# Hawaii Savers card available



## Judy (Sep 20, 2007)

I have a Hawaii Savers card available for the asking.  It expires 12/31/2007.  I've used it for several discounts, but it isn't punched or anything to indicate which businesses were used.  If you can use it, please send me an email (not a PM) with your name and address.  I'll send it to the first person I hear from. Please also post here that you want it.  That way others will know that it's been taken.


----------



## kingjoey (Sep 20, 2007)

*Savers card*

Hi Judy, I'd love your card. I sent you an email. 

Thanks, Joe


----------



## Timeshare Von (Sep 20, 2007)

*Note About Hawaii Savers' Card*

Hi Judy . . . glad to see you made it home OK.

As for the Hawaii Savers card, we have one too and have been using it mostly for dining.  Please be aware that it is no longer accepted at the Waimea Ranch House.  We did use it at Big Island Steak House (Waikoloa) and Daniel Thiebaut's (Waimea).  Neither server knew anything about the card, so we had to ask them to ask a manager, who did know and accepted the card.


----------



## wanderlust (Sep 20, 2007)

Hey Yvonne,

I would like the Hawaii Savers Card if you no longer need it.


----------



## Timeshare Von (Sep 20, 2007)

wanderlust said:


> Hey Yvonne,
> 
> I would like the Hawaii Savers Card if you no longer need it.



Sorry, it's already been promised to another TS owner along with my EB.  I'll be leaving them for him Saturday at Royal Sea Cliff.


----------



## Judy (Sep 20, 2007)

Timeshare Von said:


> As for the Hawaii Savers card, we have one too and have been using it mostly for dining.  Please be aware that it is no longer accepted at the Waimea Ranch House.


The manager at Cassandra's in Kona told us that they dropped out of the program two years ago, but he gave us the 10% discount anyway.


----------



## Parkplace (Sep 20, 2007)

Somehow I missed this conversation before now.
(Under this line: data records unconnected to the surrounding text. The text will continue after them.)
def test_strongly_convex_not_applicable_cases():
    # HRS 2016 strongly convex theorem (from memory) needs alpha <= 1/beta.
    bound = bounds.strongly_convex_bound(0.3, 100, 1.0, 0.5, smoothness=4.0)
    assert not bound.applicable and "exceeds 1/beta = 0.25" in bound.reason
    assert not bounds.strongly_convex_bound(3.0, 100, 1.0, 0.5).applicable  # alpha > 1/gamma
    # The recursion's condition alpha_t <= 2/(beta + gamma) (SCIENCE.md §2) in assess_run:
    run = bounds.assess_run(
        regime="strongly_convex", step_sizes=[0.1, 0.6], batch_sizes=[1, 1], n=10,
        lipschitz=1.0, smoothness=3.0, strong_convexity=1.0, shadow_hits=[[0, 1]],
    )  # fmt: skip
    assert not run.expected.applicable and not run.path_applicable
    assert run.path_reason == "step size 0.6 at step 2 exceeds 2/(beta+gamma) = 0.5"
    assert run.path_bound == (None,)


def test_nonconvex_closed_form_not_applicable_above_c_over_t():
    steps = 5
    ok = 0.5 / np.arange(1, steps + 1)
    assert bounds.nonconvex_bound(0.5, steps, 100, 1.0, 1.0, step_sizes=ok).applicable
    too_big = ok.copy()
    too_big[2] = 0.2  # step 3: 0.2 > 0.5 / 3
    bound = bounds.nonconvex_bound(0.5, steps, 100, 1.0, 1.0, step_sizes=too_big)
    assert not bound.applicable and bound.reason.startswith("step size 0.2 at step 3 exceeds c/t")
    rising = np.array([0.1, 0.1, 0.1, 0.12, 0.1])
    assert "increase" in bounds.nonconvex_bound(0.5, steps, 100, 1.0, 1.0, step_sizes=rising).reason


def test_missing_loss_bound_is_not_applicable():
    assert "loss bound" in bounds.nonconvex_schedule_bound([0.1], [1], 10, 1.0, 1.0, None).reason
    assert not bounds.high_probability_gap(0.1, 10, None, 0.05).applicable
    assert not bounds.bousquet_elisseeff_gap(0.1, 10, None, 0.05).applicable
    run = bounds.assess_run(
        regime="nonconvex", step_sizes=[0.1] * 3, batch_sizes=[1] * 3, n=10, lipschitz=1.0,
        smoothness=1.0, shadow_hits=[[1, 0, 0]],
    )  # fmt: skip
    assert not run.expected.applicable and "loss bound" in run.expected.reason
    assert run.path_applicable  # eta = 1 + alpha beta holds for any smooth loss
    convex = bounds.assess_run(
        regime="convex", step_sizes=[0.1] * 3, batch_sizes=[1] * 3, n=10, lipschitz=1.0,
        smoothness=1.0, batch_indices=[[0], [1], [0]],
    )  # fmt: skip
    assert convex.uniform_stability.applicable
    assert not convex.high_probability.applicable and "loss bound" in convex.high_probability.reason
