def bousquet_elisseeff_gap(
    stability: float | None, n: float, loss_bound: float | None, delta: float
) -> Bound:
    """R <= R_S + 2 beta + (4 n beta + M) sqrt(ln(1/delta) / (2n)) w.p. >= 1 - delta.

    Source: Bousquet & Elisseeff 2002, Thm 12 (checked against a restatement). Assumes A is
    beta-uniformly stable under removal of one example, loss in [0, M], i.i.d. sample of size n.
    """
    source = BOUSQUET_ELISSEEFF
    assumptions = (
        "A is beta-uniformly stable under removal of one example",
        "loss values in [0, M]",
        "training examples drawn i.i.d.",
    )
    inputs, failed = _high_probability_inputs(stability, n, loss_bound, delta, source, assumptions)
    if failed:
        return failed
    beta, n, m, delta = inputs
    value = 2 * beta + (4 * n * beta + m) * math.sqrt(math.log(1 / delta) / (2 * n))
    return _holds(value, source, assumptions + (f"confidence 1 - delta = {1 - delta:.6g}",))


# ---------------------------------------------------------------------------------------------
# A run's bounds (what the tracker asks for every epoch)


@dataclass(frozen=True)
class RunBounds:
    """The bounds implied by a recorded run."""

    regime: str
    path_bound: tuple[float | None, ...]  # per shadow: pathwise divergence bound at step T (no L)
    path_applicable: bool
    path_reason: str
    expected: Bound  # eps_stab <= L E delta_T
    uniform_stability: Bound  # L max_j all_index_pathwise_j (seeded algorithm)
    high_probability: Bound  # McDiarmid gap from uniform_stability

    def to_dict(self) -> dict:
        return {
            "regime": self.regime,
            "path_bound": [None if v is None else float(v) for v in self.path_bound],
            "path_applicable": self.path_applicable,
            "path_reason": self.path_reason,
            "expected": self.expected.to_dict(),
            "uniform_stability": self.uniform_stability.to_dict(),
            "high_probability": self.high_probability.to_dict(),
        }
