def dashboard_layout(shadows: int, prefix: str = DEFAULT_PREFIX
                     ) -> dict[str, dict[str, list[Any]]]:
    """Custom-scalars charts: each measured quantity with its bound (the ``bounds`` run)."""
    p = re.escape(prefix)
    name = prefix.rstrip("/") or "sgdstab"
    per_shadow = {
        f"shadow {k}: divergence and its pathwise bound (run 'bounds')":
            ["Multiline", [f"{p}divergence/shadow_{k}$"]]
        for k in range(shadows)
    }
    return {
        f"{name}: divergence": per_shadow,
        f"{name}: stability": {
            "loss differences and their bounds (run 'bounds')":
                ["Multiline", [f"{p}stability/loss_difference_max$",
                               f"{p}stability/loss_difference_mean$"]],
        },
        f"{name}: generalization": {
            "replace-one gap estimate (+/- standard error)":
                ["Margin", [f"{prefix}gap/replace_one_estimate", f"{prefix}gap/replace_one_lower",
                            f"{prefix}gap/replace_one_upper"]],  # margin series: exact tags
            "gap estimate, measured gap and the high-probability bound (run 'bounds')":
                ["Multiline", [f"{p}gap/replace_one_estimate$", f"{p}gap/holdout_minus_train$"]],
        },
    }


def _markdown_escape(text: str) -> str:
    return re.sub(r"([\\`*_\[\]<>#|])", r"\\\1", text)


def summary_markdown(summary: str) -> str:
    """A plain-text advice summary as Markdown: indented lines become a bullet list."""
    blocks: list[str] = []
    for line in summary.splitlines():
        if not line.strip():
            continue
        if line.startswith((" ", "\t")):
            item = "- " + _markdown_escape(line.strip())
            if blocks and blocks[-1].startswith("- "):
                blocks[-1] += "\n" + item
            else:
                blocks.append(item)
        else:
            blocks.append(_markdown_escape(line.strip()))
    return "\n\n".join(blocks)
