// A service entry the shop recorded under this pass, changed or deleted while
// the pass lasts (view-and-add only); each is a row of the driver's access log.
import { resolvePassAccess } from "@/db/queries/passes";
import { deleteServiceEntry, updateServiceEntry } from "@/db/queries/service";
import { parseJson, route } from "@/lib/api/handler";
import { serviceEntryUpdateSchema } from "@/lib/validation/logbook";

type Params = { passId: string; vehicleId: string; entryId: string };

export const PATCH = route<Params>(async ({ req, session, params }) => {
  const access = await resolvePassAccess({ session, passId: params.passId, now: new Date() });
  const input = await parseJson(req, serviceEntryUpdateSchema);
  return { entry: await updateServiceEntry({ access, vehicleId: params.vehicleId, entryId: params.entryId, input }) };
});

export const DELETE = route<Params>(async ({ session, params }) => {
  const access = await resolvePassAccess({ session, passId: params.passId, now: new Date() });
  return deleteServiceEntry({ access, vehicleId: params.vehicleId, entryId: params.entryId });
});
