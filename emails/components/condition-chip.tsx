// The condition code in an e-mail: the level's colours from lib/visual and its
// patch shape in characters (mail clients drop SVG), with the word always.
import { CONDITION_CODE, type ConditionLevel } from "@/lib/visual/condition-code";

export function ConditionChip({ level }: { level: ConditionLevel }) {
  const c = CONDITION_CODE[level];
  return (
    <span
      style={{
        display: "inline-block",
        color: c.colours.ink,
        backgroundColor: c.colours.wash,
        border: `${c.edgeWidth}px ${c.shape.dashed ? "dashed" : "solid"} ${c.colours.edge}`,
        borderRadius: 4,
        padding: "1px 8px",
        fontWeight: 700,
        fontSize: 14,
        whiteSpace: "nowrap",
      }}
      data-condition={level}
    >
      <span aria-hidden style={{ letterSpacing: 1 }}>
        {c.textMark}
      </span>{" "}
      {c.word}
    </span>
  );
}
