/** The hosted page's "Pay": charges the card; on success creates the subscription and its paid invoice and sends the events. */
export async function payCheckoutSession(sessionId: string, card: CardInput): Promise<CheckoutOutcome> {
  const charge = chargeCard(card);
  if (!charge.ok) return { ok: false, message: charge.message, field: charge.field };
  const events: Obj[] = [];
  const result = await db.transaction(async (tx) => {
    const row = await getFakeObject({ id: sessionId, type: "checkout.session", tx });
    if (!row) throw missing("checkout.session", sessionId);
    const session = row.data as Obj;
    if (session.status !== "open") return { ok: false as const, message: "This checkout is no longer open." };
    const price = await priceById(String(row.fakeFlags.priceId), tx);
    const start = nowSec();
    const end = addInterval(start, intervalOf(price));
    const customerId = String(session.customer);
    let sub = subscriptionObject({ id: newId("sub"), customer: customerId, price, start, end, metadata: obj(row.fakeFlags.subscriptionMetadata) });
    const invoice = await addInvoice(tx, { sub, price, paid: true, reason: "subscription_create", amount: Number(price.unit_amount), periodStart: start, periodEnd: end, cardLast4: charge.last4 });
    sub = { ...sub, latest_invoice: invoice.id };
    await putFakeObject({ tx, object: sub, fakeFlags: {} });
    const customer = await getFakeObject({ id: customerId, type: "customer", tx });
    if (customer) await putFakeObject({ tx, object: customer.data as Obj, fakeFlags: { ...customer.fakeFlags, cardLast4: charge.last4 } });
    const done: Obj = { ...session, status: "complete", payment_status: "paid", subscription: sub.id, invoice: invoice.id };
    await putFakeObject({ tx, object: done });
    events.push(await addEvent(tx, "customer.subscription.created", sub));
    events.push(await addEvent(tx, "invoice.paid", invoice));
    events.push(await addEvent(tx, "checkout.session.completed", done));
    return { ok: true as const, successUrl: String(session.success_url).replace("{CHECKOUT_SESSION_ID}", session.id) };
  });
  await deliverEvents(events);
  return result;
}

export async function updateSubscription(id: string, params: Record<string, unknown>): Promise<Obj> {
  const events: Obj[] = [];
  const updated = await db.transaction(async (tx) => {
    const row = await getFakeObject({ id, type: "subscription", tx });
    if (!row) throw missing("subscription", id);
    let sub = row.data as Obj;
    if (sub.status === "canceled") throw new FakeStripeError(400, { type: "invalid_request_error", message: "A canceled subscription can only update its cancellation_details and metadata." });
    const previous: Record<string, unknown> = {};
    let charged = false;
    if (params.cancel_at_period_end !== undefined) {
      const v = params.cancel_at_period_end === "true";
      if (params.cancel_at_period_end !== "true" && params.cancel_at_period_end !== "false") throw invalid("cancel_at_period_end", "Invalid boolean");
      if (v !== sub.cancel_at_period_end) {
        previous.cancel_at_period_end = sub.cancel_at_period_end;
        sub = { ...sub, cancel_at_period_end: v, cancel_at: v ? itemOf(sub).current_period_end : null, canceled_at: v ? nowSec() : null };
      }
    }
    if (params.metadata !== undefined) sub = { ...sub, metadata: { ...obj(sub.metadata), ...obj(params.metadata) } };
    const items = Array.isArray(params.items) ? (params.items as Record<string, unknown>[]) : [];
    if (items.length > 0) {
      const it = items[0]!;
      if (str(it.id) !== itemOf(sub).id) throw missing("subscription_item", String(it.id ?? ""), "items[0][id]");
      const price = await priceById(String(it.price ?? ""), tx);
      const old = itemOf(sub);
      if (price.id !== old.price.id) {
        previous.items = sub.items;
        if (intervalOf(price) === intervalOf(old.price)) {
          sub = withItem(sub, { price });
        } else {
          // Like Stripe: a change of interval starts a new period now and bills it at once,
          // less the unused part of the old period when prorations are asked for.
          const start = nowSec();
          const end = addInterval(start, intervalOf(price));
          const unused = Math.max(0, old.current_period_end - start) / Math.max(1, old.current_period_end - old.current_period_start);
          const credit = params.proration_behavior === "none" ? 0 : Math.round(Number(old.price.unit_amount) * unused);
          const amount = Math.max(0, Number(price.unit_amount) - credit);
          const customer = await getFakeObject({ id: String(sub.customer), type: "customer", tx });
          const failing = row.fakeFlags.failNextRenewal === true;
          const invoice = await addInvoice(tx, { sub, price, paid: !failing, reason: "subscription_update", amount, periodStart: start, periodEnd: end, cardLast4: customer?.fakeFlags.cardLast4 as string | undefined });
          sub = withItem({ ...sub, latest_invoice: invoice.id, billing_cycle_anchor: start, status: failing ? "past_due" : "active" }, { price, current_period_start: start, current_period_end: end });
          events.push(await addEvent(tx, failing ? "invoice.payment_failed" : "invoice.paid", invoice));
          charged = true;
        }
      }
    }
    await putFakeObject({ tx, object: sub, fakeFlags: charged ? { ...row.fakeFlags, failNextRenewal: false } : row.fakeFlags });
    if (Object.keys(previous).length > 0 || events.length > 0) events.unshift(await addEvent(tx, "customer.subscription.updated", sub, previous));
    return sub;
  });
  await deliverEvents(events);
  return updated;
}

export async function cancelSubscription(id: string): Promise<Obj> {
  const events: Obj[] = [];
  const sub = await db.transaction(async (tx) => {
    const row = await getFakeObject({ id, type: "subscription", tx });
    if (!row) throw missing("subscription", id);
    const current = row.data as Obj;
    if (current.status === "canceled") return current;
    const now = nowSec();
    const ended = withItem({ ...current, status: "canceled", canceled_at: now, ended_at: now, cancel_at_period_end: false }, { current_period_end: Math.min(itemOf(current).current_period_end, now) });
    await putFakeObject({ tx, object: ended });
    events.push(await addEvent(tx, "customer.subscription.deleted", ended));
    return ended;
  });
  await deliverEvents(events);
  return sub;
}

/**
 * Developer page: the current period ends now. A subscription set to cancel
 * ends; any other renews, charging the customer's card, which fails when
 * "make the next renewal fail" was chosen.
 */
export async function advanceToRenewal(id: string): Promise<Obj> {
  const events: Obj[] = [];
  const sub = await db.transaction(async (tx) => {
    const row = await getFakeObject({ id, type: "subscription", tx });
    if (!row) throw missing("subscription", id);
    const current = row.data as Obj;
    if (current.status === "canceled") throw new FakeStripeError(400, { type: "invalid_request_error", message: "This subscription has ended." });
    const now = nowSec();
    if (current.cancel_at_period_end) {
      const ended = withItem({ ...current, status: "canceled", ended_at: now }, { current_period_end: now });
      await putFakeObject({ tx, object: ended });
      events.push(await addEvent(tx, "customer.subscription.deleted", ended));
      return ended;
    }
    const item = itemOf(current);
    const price = item.price;
    const end = addInterval(now, intervalOf(price));
    const failing = row.fakeFlags.failNextRenewal === true;
    const customer = await getFakeObject({ id: String(current.customer), type: "customer", tx });
    const invoice = await addInvoice(tx, { sub: current, price, paid: !failing, reason: "subscription_cycle", amount: Number(price.unit_amount), periodStart: now, periodEnd: end, cardLast4: customer?.fakeFlags.cardLast4 as string | undefined });
    const renewed = withItem({ ...current, status: failing ? "past_due" : "active", latest_invoice: invoice.id }, { current_period_start: now, current_period_end: end });
    await putFakeObject({ tx, object: renewed, fakeFlags: { ...row.fakeFlags, failNextRenewal: false } });
    events.push(await addEvent(tx, "customer.subscription.updated", renewed, { status: current.status, items: current.items }));
    events.push(await addEvent(tx, failing ? "invoice.payment_failed" : "invoice.paid", invoice));
    return renewed;
  });
  await deliverEvents(events);
  return sub;
}

export async function setFailNextRenewal(id: string, fail: boolean) {
  const row = await getFakeObject({ id, type: "subscription" });
  if (!row) throw missing("subscription", id);
  await putFakeObject({ object: row.data as Obj, fakeFlags: { ...row.fakeFlags, failNextRenewal: fail } });
}
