describe("the subscription's life", () => {
  it("ends in the right state when subscription.updated arrives before created", async () => {
    const u = await signUp({ name: "Ivo Penhale" });
    server.mode = "hold";
    let held: typeof server.held;
    try {
      await buyPlus(u);
      const subId = (JSON.parse(server.held[0]!.body) as { data: { object: { id: string } } }).data.object.id;
      // Nothing is stored yet (the events are held), so the change goes to Stripe directly.
      await stripe().subscriptions.update(subId, { cancel_at_period_end: true });
      held = [...server.held];
    } finally {
      server.mode = "forward";
      server.held = [];
    }
    expect(await currentSubscription({ userId: u.id })).toBeNull();
    const updated = held.find((h) => h.type === "customer.subscription.updated")!;
    const created = held.find((h) => h.type === "customer.subscription.created")!;
    expect((await postWebhook(updated.body, updated.signature)).status).toBe(200);
    expect((await postWebhook(created.body, created.signature)).status).toBe(200);
    expect(await currentSubscription({ userId: u.id })).toMatchObject({ status: "active", cancelAtPeriodEnd: true });

    // An older description of the subscription never overwrites a newer one.
    const row = (await currentSubscription({ userId: u.id }))!;
    const wrote = await storeSubscription({ sub: { ...row, cancelAtPeriodEnd: false, describedAt: new Date(row.describedAt.getTime() - 60_000) } });
    expect(wrote).toBe(false);
    expect((await currentSubscription({ userId: u.id }))!.cancelAtPeriodEnd).toBe(true);
  });

  it("keeps Plus through a failed renewal, mails about it, and recovers when the invoice is paid", async () => {
    const u = await signUp({ name: "Nell Ashgrove" });
    await buyPlus(u);
    const sub = (await currentSubscription({ userId: u.id }))!;
    await setFailNextRenewal(sub.stripeSubscriptionId, true);
    await advanceToRenewal(sub.stripeSubscriptionId);
    expect(await currentSubscription({ userId: u.id })).toMatchObject({ status: "past_due" });
    expect(await planOf({ userId: u.id })).toBe("plus");
    expect((await mailsTo(u.email)).some((m) => m.subject === "Your Fourpatch Plus payment did not go through")).toBe(true);
    const open = (await invoicesOf({ userId: u.id })).find((i) => i.status === "open")!;
    expect(open.url).toBeTruthy();
    const invoiceId = open.id;
    expect(await payInvoice(invoiceId, card(TEST_CARDS.declined))).toMatchObject({ ok: false, message: "Your card was declined." });
    expect((await payInvoice(invoiceId, card(TEST_CARDS.success))).ok).toBe(true);
    expect(await currentSubscription({ userId: u.id })).toMatchObject({ status: "active" });
    expect((await mailsTo(u.email)).filter((m) => m.subject.startsWith("Your Fourpatch Plus receipt"))).toHaveLength(2);
  });

  it("cancels at period end, resumes, and falls back to Free at the end without losing settings", async () => {
    const u = await signUp({ name: "Rook Halloran" });
    await buyPlus(u);
    await db.update(driverProfile).set({ emailReminders: true }).where(eq(driverProfile.userId, u.id));
    await setCancelAtPeriodEnd({ userId: u.id, cancel: true });
    expect(await currentSubscription({ userId: u.id })).toMatchObject({ cancelAtPeriodEnd: true, status: "active" });
    await setCancelAtPeriodEnd({ userId: u.id, cancel: false });
    expect(await currentSubscription({ userId: u.id })).toMatchObject({ cancelAtPeriodEnd: false });
    await setCancelAtPeriodEnd({ userId: u.id, cancel: true });
    const sub = (await currentSubscription({ userId: u.id }))!;
    expect(await planOf({ userId: u.id })).toBe("plus");
    // Without any event, the stored period end alone ends Plus.
    expect(await planOf({ userId: u.id, now: new Date(sub.currentPeriodEnd!.getTime() + 1000) })).toBe("free");
    await advanceToRenewal(sub.stripeSubscriptionId);
    expect(await currentSubscription({ userId: u.id })).toMatchObject({ status: "canceled" });
    expect(await planOf({ userId: u.id })).toBe("free");
    const [profile] = await db.select().from(driverProfile).where(eq(driverProfile.userId, u.id));
    expect(profile!.emailReminders).toBe(true);
  });

  it("switches monthly to yearly: a new yearly period starting now, billed less the unused month", async () => {
    const u = await signUp({ name: "Edda Marlowe" });
    await buyPlus(u, "month");
    await switchInterval({ userId: u.id, interval: "year" });
    const sub = (await currentSubscription({ userId: u.id }))!;
    expect(sub).toMatchObject({ interval: "year", status: "active" });
    const prices = await plusPrices();
    const invoices = await invoicesOf({ userId: u.id });
    expect(invoices).toHaveLength(2);
    // Bought seconds ago, so almost the whole month is credited.
    expect(invoices[0]!.amount).toBeGreaterThanOrEqual(prices.year.amount - prices.month.amount);
    expect(invoices[0]!.amount).toBeLessThan(prices.year.amount - prices.month.amount + 5);
  });
});

describe("deleting a paying account", () => {
  it("ends the subscription in Stripe before the account goes", async () => {
    const u = await signUp({ name: "Fen Wardle" });
    await buyPlus(u);
    const subId = (await currentSubscription({ userId: u.id }))!.stripeSubscriptionId;
    const res = await accountDELETE(request("/api/account", { method: "DELETE", as: u, body: { confirm: "DELETE", password: "correct-horse-battery" } }), { params: Promise.resolve({}) });
    expect(res.status).toBe(200);
    expect((await stripe().subscriptions.retrieve(subId)).status).toBe("canceled");
    expect(await db.select().from(billingSubscription).where(eq(billingSubscription.userId, u.id))).toHaveLength(0);
  });
});

describe("entitlements in the route handlers", () => {
  it("answers 402 with an upgrade link when a Free driver turns on a Plus feature, and keeps stored choices after a lapse", async () => {
    const u = await signUp({ name: "Carys Tolland" });
    const form = { jurisdiction: "EU", timezone: "UTC", kinds: ["age-watch", "age-replace", "depth-limit"], alarmLeadDays: [], emailLeadDays: "14", autumnSwap: "10-15", springSwap: "04-15", rotationIntervalKm: "10000", customDepthMm: "" };
    const res = await settingsPUT(request("/api/reminders/settings", { method: "PUT", as: u, body: { ...form, emailReminders: true } }), { params: Promise.resolve({}) });
    expect(res.status).toBe(402);
    const json = (await res.json()) as { error: { code: string; upgradeUrl?: string } };
    expect(json.error.code).toBe("payment_required");
    expect(json.error.upgradeUrl).toMatch(/\/account\/billing$/);
    const alarms = await settingsPUT(request("/api/reminders/settings", { method: "PUT", as: u, body: { ...form, alarmLeadDays: ["7"], emailReminders: false } }), { params: Promise.resolve({}) });
    expect(alarms.status).toBe(402);
    const ok = await settingsPUT(request("/api/reminders/settings", { method: "PUT", as: u, body: { ...form, emailReminders: false } }), { params: Promise.resolve({}) });
    expect(ok.status).toBe(200);

    await buyPlus(u);
    const on = await settingsPUT(request("/api/reminders/settings", { method: "PUT", as: u, body: { ...form, alarmLeadDays: ["7"], emailReminders: true } }), { params: Promise.resolve({}) });
    expect(on.status).toBe(200);
    expect(await on.json()).toMatchObject({ plan: "plus", emailActive: true });
    // Plus ends; saving the unchanged form is still allowed and keeps the choices for a return.
    await db.update(billingSubscription).set({ currentPeriodEnd: new Date(Date.now() - 1000) }).where(eq(billingSubscription.userId, u.id));
    const after = await settingsPUT(request("/api/reminders/settings", { method: "PUT", as: u, body: { ...form, alarmLeadDays: ["7"], emailReminders: true } }), { params: Promise.resolve({}) });
    expect(after.status).toBe(200);
    expect(await after.json()).toMatchObject({ plan: "free", emailReminders: true, emailActive: false });
  });
});

describe("the fake's own guards", () => {
  it("refuses a request without the app's fake key in Stripe's error shape", async () => {
    const url = new URL(server.base);
    const other = new Stripe("sk_test_someone_else", { host: url.hostname, port: Number(url.port), protocol: "http", maxNetworkRetries: 0 });
    await expect(other.prices.list({ limit: 1 })).rejects.toMatchObject({ type: "StripeAuthenticationError", statusCode: 401 });
    const right = new Stripe(fakeStripeKey(), { host: url.hostname, port: Number(url.port), protocol: "http", maxNetworkRetries: 0 });
    await expect(right.subscriptions.retrieve("sub_missing")).rejects.toMatchObject({ type: "StripeInvalidRequestError", statusCode: 404, code: "resource_missing" });
  });

  it("does not exist when a real Stripe key is configured", async () => {
    process.env.STRIPE_SECRET_KEY = "sk_test_real_looking";
    resetEnvForTests();
    try {
      const res = await fetch(`${server.base}/v1/prices`, { headers: { authorization: `Bearer ${fakeStripeKey()}` } });
      expect(res.status).toBe(404);
    } finally {
      delete process.env.STRIPE_SECRET_KEY;
      resetEnvForTests();
    }
    expect((await db.execute(sql`select 1`)).rows.length).toBe(1);
  });
});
How do we get these Hawaii Saver Cards?  We are heading to Hawaii at the end of October for several weeks.


----------



## DeniseM (Sep 20, 2007)

This is the website:  HawaiiSavers

We have bought his coupons on ebay for several years and they have always been a great value, but recently his customer service has taken a nose dive.  He seldom has ebay auctions any more, but when he does, he sells the card cheaper on ebay than he does on his website:  Ebay/HawaiiSavers

We also found that several of the listings for offers on his website are no longer valid, but he doesn't remove them.  Before you buy the card, decide which offers you are interested in and call the vendors to see if they are actually still participants.  I think there are still some good values, but the program has gotten a little sloppy and you need to check-out the offers you want, before you buy.


----------



## Timeshare Von (Sep 21, 2007)

Judy said:


> The manager at Cassandra's in Kona told us that they dropped out of the program two years ago, but he gave us the 10% discount anyway.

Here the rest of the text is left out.